For many native people, the grizzly — hunaǝt in the Tejon language and neek-wech in the Yurok’s — was not a symbol. It was recognized as a relative, a teacher of reciprocity and a fierce protector of our lands. For thousands of years, our ancestors lived alongside the grizzly, shaping and stewarding shared landscapes.

The grizzly helped define balance within the natural world and our place within it.

The paired extermination of the grizzly and the genocide of California’s Native people were not a coincidence. Historical records demonstrate they were part of the same campaign, carried out by the same hands — the result of deliberate policy and shared logic.

We survived. The grizzly did not.

Modern science increasingly affirms what our ancestors understood: The grizzly is a keystone species, shaping ecosystems in ways that ripple across landscapes. Its absence changed California in ways we still do not fully understand.

Should the grizzly ever return to California, it can only be through coordination with the people who would share the landscape with the species: tribes, local governments, rural communities, ranchers, law enforcement, land managers, conservation groups and others affected.

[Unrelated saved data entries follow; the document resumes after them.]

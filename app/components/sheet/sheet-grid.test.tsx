import { cleanup, fireEvent, render, screen } from "@testing-library/react";
import { afterEach, expect, test } from "vitest";
import { fitKind } from "~/engineering/trade/fit-kinds";
import { readBoxKey, sheetRows, travelOrder } from "./boxes";
import { SheetGrid } from "./sheet-grid";
import { SheetStore } from "./sheet-store";

afterEach(cleanup);

const positions = ["a", "b", "c"].map((letter, index) => ({ id: letter.repeat(32), number: index + 1 }));
const stations = fitKind("main").stations;

function sheet(travel: "position" | "station" = "position") {
  const store = new SheetStore([]);
  render(
    <SheetGrid
      label="Mains"
      positionWord="Main"
      boreWord="bore"
      journalWord="journal"
      unitLabel="in"
      positions={positions}
      stations={stations}
      store={store}
      travel={travel}
      frozen={false}
      readBox={(_box, text) => ({ valuePm: Number(text) })}
      figures={() => ({
        vertical: "–",
        taper: "–",
        outOfRound: "–",
        uncertainty: "",
        window: { word: "", tone: "none" },
      })}
      onActive={() => {}}
    />,
  );
  const boxes = screen.getAllByRole("textbox") as HTMLInputElement[];
  boxes[0]!.focus();
  return { store, boxes };
}

const focused = () => (document.activeElement as HTMLInputElement).getAttribute("aria-label");

/** Types into the box that has the focus, as keys do: what was selected is replaced. */
function type(text: string): void {
  fireEvent.change(document.activeElement as HTMLInputElement, { target: { value: text } });
}

const press = (key: string, options = {}) =>
  fireEvent.keyDown(document.activeElement as Element, { key, ...options });

test("one stop for Tab, and it follows the focus", () => {
  const { boxes } = sheet();
  expect(boxes.filter((box) => box.tabIndex === 0)).toEqual([boxes[0]]);
  press("ArrowDown");
  expect(boxes.filter((box) => box.tabIndex === 0).map((box) => box.getAttribute("aria-label"))).toEqual([
    "Main 2, bore, front 90°",
  ]);
});

test("arrows move one box and do not wrap; Home and End reach the row's ends, with Control the sheet's", () => {
  sheet();
  press("ArrowLeft");
  expect(focused()).toBe("Main 1, bore, front 90°");
  press("ArrowRight");
  expect(focused()).toBe("Main 1, bore, front +45°");
  press("ArrowUp");
  expect(focused()).toBe("Main 1, bore, front +45°");
  press("End");
  expect(focused()).toBe("Main 1, journal, rear B");
  press("ArrowRight");
  expect(focused()).toBe("Main 1, journal, rear B");
  press("End", { ctrlKey: true });
  expect(focused()).toBe("Main 3, journal, rear B");
  press("Home", { ctrlKey: true });
  expect(focused()).toBe("Main 1, bore, front 90°");
  press("PageDown");
  expect(focused()).toBe("Main 3, bore, front 90°");
});

test("Enter commits and walks on, along a part or through the parts; Shift+Enter walks back", () => {
  const { store, boxes } = sheet();
  type("2.4521");
  press("Enter");
  expect(store.box(boxes[0]!.name)).toMatchObject({ text: "2.4521", status: "waiting" });
  expect(focused()).toBe("Main 1, bore, front +45°");
  press("Enter", { shiftKey: true });
  expect(focused()).toBe("Main 1, bore, front 90°");
  cleanup();
  sheet("station");
  press("Enter");
  expect(focused()).toBe("Main 2, bore, front 90°");
});

test("Escape restores what stood there; F2 lets the arrows move inside the text", () => {
  const { store, boxes } = sheet();
  type("2.4521");
  press("Enter");
  press("Enter", { shiftKey: true });
  type("9");
  press("Escape");
  expect(boxes[0]!.value).toBe("2.4521");
  press("F2");
  press("ArrowRight");
  expect(focused()).toBe("Main 1, bore, front 90°");
  press("F2");
  press("ArrowRight");
  expect(focused()).toBe("Main 1, bore, front +45°");
  expect(store.box(boxes[0]!.name).text).toBe("2.4521");
});

test("Control+Z takes back across boxes, latest first", () => {
  const { store, boxes } = sheet();
  type("1");
  press("Enter");
  type("2");
  press("Enter");
  press("z", { ctrlKey: true });
  expect(store.box(boxes[1]!.name).text).toBe("");
  expect(focused()).toBe("Main 1, bore, front +45°");
  press("z", { ctrlKey: true });
  expect(store.box(boxes[0]!.name).text).toBe("");
});

test("every box is told apart by its name, and read back from it", () => {
  const rows = sheetRows(positions, stations);
  const keys = rows.flat().map((box) => box.key);
  expect(new Set(keys).size).toBe(30);
  expect(readBoxKey(keys[0]!)).toEqual({ positionId: "a".repeat(32), station: stations[0] });
  expect(readBoxKey("fit")).toBeUndefined();
  expect(readBoxKey(`${"z".repeat(32)}.bore.front.a`)).toBeUndefined();
  expect(
    travelOrder(rows, "station")
      .map((box) => box.key)
      .sort(),
  ).toEqual([...keys].sort());
});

Current wildlife management has offered a useful lesson: When the return of a species is not anticipated and planned for, conflict becomes more likely. SB 1305 takes the opposite approach by asking the state to act proactively; identify coexistence challenges communities already face; identify support communities need now and into the future; and develop and invest in coexistence frameworks in advance, before they are needed, to ensure a potential mutually beneficial reintegration of the great bear into our homelands.

This legislation is not about symbolism, but substance. It is about building partnerships for restoration of our lands, however that may best be achieved.

It is not about bringing back the past. It is about contemplating our future.

A century ago, California lost the grizzly from its landscapes. But that did not erase the grizzly’s legacy or remove them from our hearts.

Today, SB 1305 gives Californians an opportunity to understand what was lost and to work together to determine whether there is a path to bring our relative, the grizzly, home.

Octavio Espinoza is chairman of the Tejon Indian Tribe. Tiana Williams-Claussen is director of the Yurok Tribe Wildlife Department.